I have used "virtusertable" sendmail's feature to receive info@virtual.com e-mails and it is successful, but I cannot mask outgoing virtual-info@real.com address as info@virtual.com using "genericstable" sendmail's feature.

Here are all genericstable-related settings:
1. /etc/mail/real.com.mc:
FEATURE(`use_cw_file')
FEATURE(genericstable, `hash -o /etc/mail/genericstable')
GENERICS_DOMAIN_FILE(`/etc/mail/local-host-names')

2. /etc/mail/genericstable:
virtual-info info@virtual.com
virtual-info@real.com info@virtual.com

3. /etc/mail/local-host-names:
real.com
virtual.com

I have expected that above configuration would rename outgoing e-mails with address "virtual-info@real.com" by "info@virtual.com", but actually "virtual-info@real.com" was not renamed. What I missed? Please, advise

P.S. My configuration is:
- FreeBSD 6.3 under jail
- sendmail+tls+sasl2-8.14.3

P.P.S. After the sending e-mails from virtual-info user, I see the following in /var/log/auth.log and /var/log/messages:
sendmail[2768]: OTP unavailable because can't read/write key database /etc/opiekeys: Permission denied
Is this OTP-error related to genericstable?


----------



## DutchDaemon (Mar 10, 2009)

darkshine said:
			
		

> P.P.S. After the sending e-mails from virtual-info user, I see the following in /var/log/auth.log and /var/log/messages:
> sendmail[2768]: OTP unavailable because can't read/write key database /etc/opiekeys: Permission denied
> Is this OTP-error related to genericstable?

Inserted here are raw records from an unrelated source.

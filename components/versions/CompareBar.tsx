import { StyleSheet, View } from 'react-native';
import { Link } from 'expo-router';
import { Button, Icon, Text, colors, radius, space } from '@/components/ui';
import { diffHref } from '@/lib/designs/links';

/** Shown while versions are picked for comparison: what to pick next, or the link to the diff. */
export function CompareBar({ designId, picked, onClear }: { designId: number; picked: readonly number[]; onClear: () => void }) {
  if (picked.length === 0) return null;
  const [from, to] = [...picked].sort((a, b) => a - b);
  return (
    <View style={styles.bar} testID="compare-bar">
      {picked.length === 1 ? (
        <Text variant="small">{`Version ${picked[0]} picked. Pick one more version to compare with it.`}</Text>
      ) : (
        <Link href={diffHref(designId, from, to)} asChild>
          <Button label={`Compare version ${from} with ${to}`} icon={<Icon name="compare" size={18} color="onPrimary" />} testID="compare-open" />
        </Link>
      )}
      <Button label="Clear" variant="ghost" size="compact" onPress={onClear} testID="compare-clear" />
    </View>
  );
}

const styles = StyleSheet.create({
  bar: { flexDirection: 'row', flexWrap: 'wrap', alignItems: 'center', gap: space.sm, padding: space.sm, borderRadius: radius.md, backgroundColor: colors.primarySoft },
});
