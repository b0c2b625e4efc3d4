import { useState } from 'react';
import { StyleSheet, View } from 'react-native';
import { Link } from 'expo-router';
import { Button, Heading, Icon, Text, colors, space } from '@/components/ui';
import { StatusBadge } from '@/components/designs/StatusBadge';
import { SummaryLine } from '@/components/designs/SummaryLine';
import { ReviewPanel } from '@/components/review/ReviewPanel';
import { DownloadButton } from '@/components/versions/DownloadButton';
import { RestoreForm } from '@/components/versions/RestoreForm';
import { reportHref, versionHref } from '@/lib/designs/links';
import { formatDateTime } from '@/lib/format';
import type { VersionSummary } from '@/shared/api/designs';
import { can, type Role } from '@/shared/roles';

type VersionPanelProps = {
  designId: number;
  designName: string;
  version: VersionSummary;
  latestNumber: number;
  viewer: { id: number; role: Role };
  onSelect: (n: number) => void;
  /** Under its own row in the phone list, which already shows the message, author and summary. */
  embedded?: boolean;
};

/** The selected version: what it is, what to do with it, and its review. */
export function VersionPanel({ designId, designName, version, latestNumber, viewer, onSelect, embedded = false }: VersionPanelProps) {
  const [restoring, setRestoring] = useState(false);
  const editor = can(viewer.role, 'editDesigns');
  const n = version.number;
  return (
    <View style={styles.wrap} testID="version-panel">
      {embedded ? null : (
        <>
          <View style={styles.head}>
            <Heading level={2}>{`Version ${n}${n === latestNumber ? ' (latest)' : ''}`}</Heading>
            <StatusBadge status={version.review.state} />
          </View>
          <Text>{version.message}</Text>
          <Text variant="small" color="inkMuted">{`Saved by ${version.author.name}, ${formatDateTime(version.createdAt)}`}</Text>
          <SummaryLine summary={version.summary} testID="version-panel-summary" />
        </>
      )}
      <View style={styles.actions}>
        <Link href={reportHref(designId, n)} asChild>
          <Button label="Failure report" size="compact" icon={<Icon name="warning" size={18} color="onPrimary" />} testID="version-report" />
        </Link>
        <Link href={versionHref(designId, n)} asChild>
          <Button label="View read-only" variant="secondary" size="compact" testID="version-view" />
        </Link>
        <DownloadButton designId={designId} designName={designName} number={n} />
        {editor && n !== latestNumber && !restoring ? (
          <Button label="Restore…" variant="ghost" size="compact" onPress={() => setRestoring(true)} testID="version-restore" />
        ) : null}
      </View>
      {restoring ? (
        <RestoreForm
          designId={designId}
          number={n}
          latestNumber={latestNumber}
          onCancel={() => setRestoring(false)}
          onRestored={(created) => {
            setRestoring(false);
            onSelect(created);
          }}
        />
      ) : null}
      <View style={styles.divider} />
      <ReviewPanel designId={designId} version={version} latestNumber={latestNumber} viewer={viewer} />
    </View>
  );
}

const styles = StyleSheet.create({
  wrap: { gap: space.sm },
  head: { flexDirection: 'row', alignItems: 'center', gap: space.sm, flexWrap: 'wrap' },
  actions: { flexDirection: 'row', flexWrap: 'wrap', gap: space.sm, marginTop: space.xs },
  divider: { height: 1, backgroundColor: colors.line, marginVertical: space.sm },
});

I don't think so. OTP is one-time password stuff (man 4 opie).

You did run a 'make' in /etc/mail after altering the tables and/or restart sendmail to read in local-host-names?


----------



## darkshine (Mar 10, 2009)

DutchDaemon said:
			
		

> You did run a 'make' in /etc/mail after altering the tables and/or restart sendmail to read in local-host-names?



yes, I did:
$ cd /etc/mail && make all && /etc/rc.d/sendmail restart


----------



## DutchDaemon (Mar 10, 2009)

If you want to test some variations in your setup, you can use lower-level test tools like these: http://tldp.org/LDP/nag2/x15583.html. I'm afraid my knowledge of genericstable expansion doesn't go beyond cf/README ..


----------



## trev (Mar 10, 2009)

darkshine said:
			
		

> sendmail[2768]: OTP unavailable because can't read/write key database /etc/opiekeys: Permission denied



What happens if you fix the permissions on /etc/opiekeys?


----------



## darkshine (Mar 11, 2009)

trev said:
			
		

> What happens if you fix the permissions on /etc/opiekeys?



I had set 777 for /etc/opiekeys, the error message from /etc/auth.log disappeared, but the e-mail address is still incorrect


----------